Partners Group caps redemptions; shares fall 16%

Partners Group capped withdrawals from its $8.6bn Global Value fund after Q2 redemptions exceeded a 5% threshold, knocking its shares about 16% and weighing on peers.

Partners Group capped withdrawals from its $8.6 billion Global Value SICAV after total net redemption requests in the second quarter exceeded the fund’s 5% of net asset value limit, automatically triggering withdrawal restrictions. The action pushed Partners Group shares down about 16% in Zurich and weighed on listed alternative asset managers in the United States and Europe. In U.S. trading, Blackstone fell about 4.5%, KKR dropped roughly 4.2%, Ares Management declined about 4.3% and Blue Owl fell about 2.9%. In Europe, EQT slid 6.5%, CVC Capital Partners fell 7.5% and Bridgepoint declined about 9.8%.

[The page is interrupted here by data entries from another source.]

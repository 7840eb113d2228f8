package report

import (
	"bytes"
	"math"
	"math/rand/v2"
	"strings"
	"testing"

	"github.com/riskaudit/riskaudit/validate"
)

func TestEscape(t *testing.T) {
	for in, want := range map[string]string{
		"plain name":      "plain name",
		"*bold* _it_":     `\*bold\* \_it\_`,
		"<b>&[x](y)|z`":   `\<b\>\&\[x\](y)\|z` + "\\`",
		"two\nlines":      "two lines",
		`back\slash #tag`: `back\\slash \#tag`,
	} {
		if got := Escape(in); got != want {
			t.Errorf("Escape(%q) = %q, want %q", in, got, want)
		}
	}
	if got := code("a`b"); got != "``a`b``" {
		t.Errorf("code = %q", got)
	}
}

func TestTableLinesUpAsText(t *testing.T) {
	var b bytes.Buffer
	tb := table{head: []string{"a", "longer head"}}
	tb.add("x", "1")
	tb.add("wide cell", "χ² 2")
	tb.write(&b)
	lines := strings.Split(strings.TrimSpace(b.String()), "\n")
	width := len([]rune(lines[0]))
	for _, l := range lines {
		if len([]rune(l)) != width {
			t.Errorf("ragged table:\n%s", b.String())
		}
	}
}

func TestReportSectionsAndCaution(t *testing.T) {
	r := rand.New(rand.NewPCG(1, 2))
	n := 2000
	y, p := make([]float64, n), make([]float64, n)
	for i := range p {
		p[i] = 0.05 + 0.4*r.Float64()
		if r.Float64() < p[i] {
			y[i] = 1
		}
	}
	perf, err := validate.Assess(y, p, validate.Options{})
	if err != nil {
		t.Fatal(err)
	}
	a := validate.NewAudit(validate.ModelInfo{Name: "Test *model*", Source: "frozen model", Spec: "m.yaml", Outcome: "died", Event: "1"},
		validate.Provenance{Tool: "riskaudit test", CommandLine: "riskaudit audit ```x```", StartedAt: "2026-01-01T00:00:00Z",
			Inputs: []validate.InputFile{{Role: "cohort", Path: "c.csv", SHA256: "ab"}}}, perf, perf, "dev.csv")
	var b bytes.Buffer
	if err := Write(&b, a, nil); err != nil {
		t.Fatal(err)
	}
	md := b.String()
	for _, want := range []string{"# Model audit: Test \\*model\\*", "## Summary", "## Discrimination", "## Calibration",
		"## Overall accuracy", "## Clinical usefulness", "## Development data compared", "## Methods", "## Provenance",
		"## Caution", "clinical governance", "````\nriskaudit audit ```x```\n````"} {
		if !strings.Contains(md, want) {
			t.Errorf("report lacks %q", want)
		}
	}
	if strings.Index(md, "## Summary") > strings.Index(md, "## Discrimination") {
		t.Error("the summary must come first")
	}
}

// TestFailureReasonsInOrder: the bootstrap's failure reasons are listed
// in the order of their names, so the report is the same on every run
// (a map's order is not).
func TestFailureReasonsInOrder(t *testing.T) {
	perf, err := validate.Assess([]float64{0, 1, 0, 1, 1, 0}, []float64{0.1, 0.8, 0.3, 0.6, 0.9, 0.2}, validate.Options{})
	if err != nil {
		t.Fatal(err)
	}
	reasons := map[string]int{"separation": 3, "a level absent from the sample": 2, "no convergence": 1, "collinear terms": 4}
	want := "(a level absent from the sample: 2; collinear terms: 4; no convergence: 1; separation: 3)"
	for run := 0; run < 20; run++ {
		a := validate.NewAudit(validate.ModelInfo{Name: "m"}, validate.Provenance{}, perf, nil, "")
		a.SetInternal(&validate.Internal{Bootstrap: 30, Failed: 10, Reasons: reasons})
		var b bytes.Buffer
		if err := Write(&b, a, nil); err != nil {
			t.Fatal(err)
		}
		if !strings.Contains(b.String(), want) {
			t.Fatalf("run %d: the reasons are not listed as %s", run, want)
		}
	}
}

// TestSampleSizeNotComputable: a criterion whose size cannot be computed
// reads "cannot be computed: …" and judges nothing, and the report never
// says the cohort meets every criterion when one could not be computed.
func TestSampleSizeNotComputable(t *testing.T) {
	perf, err := validate.Assess([]float64{0, 1, 0, 1, 1, 0}, []float64{0.1, 0.8, 0.3, 0.6, 0.9, 0.2}, validate.Options{})
	if err != nil {
		t.Fatal(err)
	}
	n, e, yes, no := 120, 30, true, false
	ok := validate.SizeCriterion{Measure: "O/E", Target: "95% CI width 0.2", N: &n, Events: &e, Met: &no}
	okMet := ok
	okMet.Met = &yes
	slope := validate.SizeCriterion{Measure: "calibration slope", Target: "95% CI width 0.2", NotComputable: "the linear predictor does not vary"}
	for _, c := range []struct {
		name      string
		ss        validate.SampleSize
		want, not []string
	}{
		{"short of one, another not computable", validate.SampleSize{Criteria: []validate.SizeCriterion{ok, slope}, Required: &n, Driver: "O/E", Have: 6, Short: &yes},
			[]string{"cannot be computed: the linear predictor does not vary", "cannot be judged", "**too few**", "fall short of the 120"}, []string{"meet every criterion"}},
		{"meets those computable", validate.SampleSize{Criteria: []validate.SizeCriterion{okMet, slope}, Required: &n, Driver: "O/E", Have: 600},
			[]string{"meet the criteria that could be computed", "whether they are enough for the calibration slope cannot be judged", "enough"}, []string{"meet every criterion", "fall short"}},
		{"none computable", validate.SampleSize{Criteria: []validate.SizeCriterion{slope}, Have: 6},
			[]string{"No criterion's size could be computed"}, []string{"meet every criterion", "fall short", "largest need"}},
		{"every criterion met", validate.SampleSize{Criteria: []validate.SizeCriterion{okMet}, Required: &n, Driver: "O/E", Have: 600, Short: &no},
			[]string{"meet every criterion (the largest need is 120, for the O/E)"}, []string{"cannot"}},
	} {
		a := validate.NewAudit(validate.ModelInfo{Name: "m"}, validate.Provenance{}, perf, nil, "")
		a.SampleSize = &c.ss
		var b bytes.Buffer
		if err := Write(&b, a, nil); err != nil {
			t.Fatal(err)
		}
		md := b.String()
		sec := md[strings.Index(md, "## Was the cohort large enough?"):strings.Index(md, "## Methods")]
		for _, w := range c.want {
			if !strings.Contains(sec, w) {
				t.Errorf("%s: the section lacks %q:\n%s", c.name, w, sec)
			}
		}
		for _, w := range c.not {
			if strings.Contains(sec, w) {
				t.Errorf("%s: the section says %q:\n%s", c.name, w, sec)
			}
		}
	}
}

// TestNoNegativeZero: a value that rounds to zero prints without a
// minus sign in every number and interval of the report (a fact of
// reading, not of arithmetic: "-0.0000" reads as a negative value).
func TestNoNegativeZero(t *testing.T) {
	for _, tc := range []struct{ got, want string }{
		{num(-0.00001, "%.4f"), "0.0000"},
		{num(-0.00006, "%.4f"), "-0.0001"},
		{num(math.Copysign(0, -1), "%.3f"), "0.000"},
		{Interval([2]float64{-0.0004, -0.0001}, "%.3f", ""), "0.000 to 0.000"},
		{Interval([2]float64{-0.0006, 0.2}, "%.3f", ""), "-0.001 to 0.200"},
		{signed(-0.00001, "%+.2f"), "0.00"},
		{signed(0.5, "%+.2f"), "+0.50"},
		{pct(-0.0001), "0.0%"},
	} {
		if tc.got != tc.want {
			t.Errorf("got %q, want %q", tc.got, tc.want)
		}
	}
}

The Global Value vehicle holds a mix of private equity and other private market assets. A March filing showed four of its 10 largest direct holdings are technology companies. The firm attributed the cap to elevated investor redemptions rather than any operational issue with the fund.

Partners Group reported the fund’s liquidity remained within its targeted range, supported by ongoing distributions and access to an undrawn credit facility. The firm added that both the Global Value Fund and its underlying vehicle remain open to new investments.

Chief Executive David Layton said, “This feature of capping redemption requests at 5% of the fund is a key attribute of this fund. It’s known that in an environment where investors get a little bit more skittish, like today, you won’t see huge amounts of outflows.”

KKR faced additional pressure from concerns tied to its credit operations. Fitch maintained a negative outlook on FS KKR Capital Corp., citing ongoing asset quality issues. Legal developments and class-action reminders alleging overvaluation within certain managed funds have drawn attention to portfolio valuations. Analysts have lowered earnings expectations for KKR, and the firm’s recent $900 million debt sale priced at a 7.5% coupon highlighted higher funding costs.

Partners Group noted that volatility which first emerged in private credit has increasingly affected private equity. The company highlighted that limited transparency around holdings in many private credit and private equity funds has complicated efforts to assess underlying portfolio quality.